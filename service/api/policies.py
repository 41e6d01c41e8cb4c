"""The whole policy table, for ERP import: stock levels, flows per lane, value. Streamed.

Every CSV row starts with the `version` and `criterion` of the policy served (so that a file
saved on its own still says what it is; any CSV reader takes them as two more columns). A weekly
network's policy has one table per weekday of the closing count: its rows go on with a
`weekday` column (mon .. sun), Monday's rows first; a stationary policy has no such column."""

from __future__ import annotations

import io
import json
from collections.abc import Iterator
from typing import Annotated, Any, Literal

import numpy as np
from fastapi import APIRouter, Query
from fastapi.responses import StreamingResponse

from service.api.deps import CacheDep, NetworkId, Reader, SessionDep, get_network
from service.policies import ServedPolicy, load_policy
from service.problems import POLICY_NOT_READY
from service.schemas import DEFAULT_CRITERION_RULE, CriterionName
from solver.spec import WEEKDAYS

router = APIRouter(tags=["policies"])

_ROWS_PER_CHUNK = 4096

_EXPORT_DOC: dict[int | str, dict[str, Any]] = {
    **POLICY_NOT_READY,
    200: {
        "description": "The policy table. CSV: one row per closing stock, columns: the "
        "policy's `version` and `criterion` (the same on every row), the stock of each "
        "location, the units on each lane (`from->to`), the value; for a network with weekly "
        "fields the stock is preceded by the `weekday` of the closing count (mon .. sun), one "
        "table per weekday. JSON: the same rows (without version and criterion) under `rows`, "
        "with `columns`, `version`, `criterion` and `profit_per_day`.",
        "content": {"text/csv": {"schema": {"type": "string"}}, "application/json": {}},
    },
}


@router.get(
    "/v1/networks/{network_id}/policy", response_class=StreamingResponse, responses=_EXPORT_DOC
)
def export_policy(
    network_id: NetworkId,
    session: SessionDep,
    cache: CacheDep,
    caller: Reader,
    format: Annotated[Literal["json", "csv"], Query()] = "json",
    criterion: Annotated[CriterionName | None, Query(description=DEFAULT_CRITERION_RULE)] = None,
) -> StreamingResponse:
    network = get_network(session, caller.tenant_id, network_id)
    served = load_policy(session, cache, network, criterion)
    headers = {
        "X-Policy-Version": str(served.version_number),
        "Content-Disposition": f'attachment; filename="network-{network_id}-policy.{format}"',
    }
    if format == "csv":
        return StreamingResponse(_csv(served), media_type="text/csv", headers=headers)
    return StreamingResponse(
        _json(served, network_id), media_type="application/json", headers=headers
    )


def _columns(served: ServedPolicy) -> list[str]:
    result = served.result
    ids = result.location_ids
    lanes = [f"{ids[a]}->{ids[b]}" for a, b in result.lanes]
    weekday = ["weekday"] if result.phases > 1 else []
    return [*weekday, *ids, *lanes, "value"]


def _chunks(served: ServedPolicy) -> Iterator[tuple[list[str], np.ndarray, np.ndarray, np.ndarray]]:
    """Rows in blocks: (leading weekday cells, stock, units per lane, value)."""
    result = served.result
    for phase in range(result.phases):
        lead = [WEEKDAYS[phase]] if result.phases > 1 else []
        for start in range(0, result.n_states, _ROWS_PER_CHUNK):
            index = np.arange(start, min(start + _ROWS_PER_CHUNK, result.n_states))
            stock = np.stack(np.unravel_index(index, result.shape), axis=1)
            flows = result.flows[result.action[phase, index]]
            yield lead, stock, flows, result.values[phase, index]


def _csv(served: ServedPolicy) -> Iterator[str]:
    yield ",".join(["version", "criterion", *_columns(served)]) + "\n"
    for lead, stock, flows, values in _chunks(served):
        buffer = io.StringIO()
        for s, f, v in zip(stock.tolist(), flows.tolist(), values.tolist(), strict=True):
            cells = (served.version_number, served.criterion, *lead, *s, *f)
            buffer.write(",".join(map(str, cells)) + f",{v!r}\n")
        yield buffer.getvalue()


def _json(served: ServedPolicy, network_id: NetworkId) -> Iterator[str]:
    head = {
        "network_id": network_id,
        "version": served.version_number,
        "criterion": served.criterion,
        "profit_per_day": served.result.gain,
        "columns": _columns(served),
    }
    yield json.dumps(head)[:-1] + ', "rows": ['
    first = True
    for lead, stock, flows, values in _chunks(served):
        rows = [
            [*lead, *s, *f, v]
            for s, f, v in zip(stock.tolist(), flows.tolist(), values.tolist(), strict=True)
        ]
        text = json.dumps(rows)[1:-1]
        yield text if first else "," + text
        first = False
    yield "]}"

----------

__Work to complete__: Look through the entries above and report each line where the string "Iterator" occurs.

__Response to this task__:
from collections.abc import Iterator
def _chunks(served: ServedPolicy) -> Iterator[tuple[list[str], np.ndarray, np.ndarray, np.ndarray]]:
def _csv(served: ServedPolicy) -> Iterator[str]:
def _json(served: ServedPolicy, network_id: NetworkId) -> Iterator[str]:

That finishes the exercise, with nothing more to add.